I can see myself making bread with eggplant or white bean or garlic spreads or hummus and eating that for dinner with maybe a small salad. Or vegetarian soups, and bread. (Maybe I should bake some bread...). I've done that before. I eat a lot less meat when he's around. The last time we lived for an extended period of time apart (when I started grad school and we lived separately for a couple weeks) I found myself eating and living differently than when Rice and I are together.

I'll have to remember to get enough protein and calcium, particularly for the baby.

It's funny how two people from different backgrounds and lives make a new one when they come together. I live differently when we're apart in so many ways.

I'm thinking of looking at this as a time to explore my individual self and independence (though these aren't these I've ever completely lost) than a time of being apart.

I haven't been completely alone like this for years. When Rice was sent to Belgium all those times J-Spot still lived here and so I had someone in the evenings. And now there's kids, which is a different sort of alone and togetherness.

And the more and more I think about it, the more and more I think writing a novel in November may be a good idea. It may be the best, healthy choice.

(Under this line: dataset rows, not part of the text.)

/* SPDX-License-Identifier: BSD-3-Clause */
/* test_augment.c - the simulated deck's text: E/G TABLE sources as behavioural pwl(). */
#include <stddef.h>
#include "check.h"
#include "schrot/augment.h"

static void test_augment__table_becomes_pwl_with_flat_ends(void)
{
	struct sch_arena a;

	sch_arena_init(&a);
	/* d = (10m - 0) / 2: one extra point each side holds the end values */
	CHECK_STR(sch_augment_table_as_value(&a, "G1 K A TABLE {V(LIGHT)} = (0,0) (1m,0.52m) (10m,5.2m)"),
		  "G1 K A value={pwl(V(LIGHT), -0.005, 0, 0, 0, 1m, 0.52m, 10m, 5.2m, 0.015, 5.2m)}");
	/* no '=', blanks inside the pairs, an E source */
	CHECK_STR(sch_augment_table_as_value(&a, "ecomp 3 0 table {v(1,2)} (-1 0) (1 10)"),
		  "ecomp 3 0 value={pwl(v(1,2), -2, 0, -1, 0, 1, 10, 2, 10)}");
	sch_arena_release(&a);
}

static void test_augment__table_it_cannot_read_stays(void)
{
	struct sch_arena a;

	sch_arena_init(&a);
	CHECK(sch_augment_table_as_value(&a, "g1 k a {v(l)*2}") == NULL);                     /* no TABLE */
	CHECK(sch_augment_table_as_value(&a, "g1 k a table {v(l)} = (0,0) ({p1},1)") == NULL); /* x from a parameter */
	CHECK(sch_augment_table_as_value(&a, "g1 k a table {v(l)} = (1,0) (0,1)") == NULL);    /* x not rising */
	CHECK(sch_augment_table_as_value(&a, "g1 k a table {v(l)} = (0,0)") == NULL);          /* one point */
	CHECK(sch_augment_table_as_value(&a, "g1 k a table {v(l) = (0,0) (1,1)") == NULL);     /* unbalanced */
	sch_arena_release(&a);
}

CHECK_MAIN(CASE(test_augment__table_becomes_pwl_with_flat_ends), CASE(test_augment__table_it_cannot_read_stays))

I have to work on revamping Avadore's naps in prep for J-Spot's wedding. (It's at 3 p.m., right smack dab in the middle of naptime, and will go with pictures and what not until bedtime.) I may start putting the kids down earlier at night, getting them up earlier in the morning and napping earlier in the afternoon. And when they go down at night, I'll write until time for a decent bedtime. And when they nap, I'll take a short nap. Not long enough so I can't go right to sleep at night (because nights are truly the worst for me, especially in winter), but long enough so I can function in the evening and have the energy to parent and write. Of course, Daylight Savings time will be an interesting factor in all of this.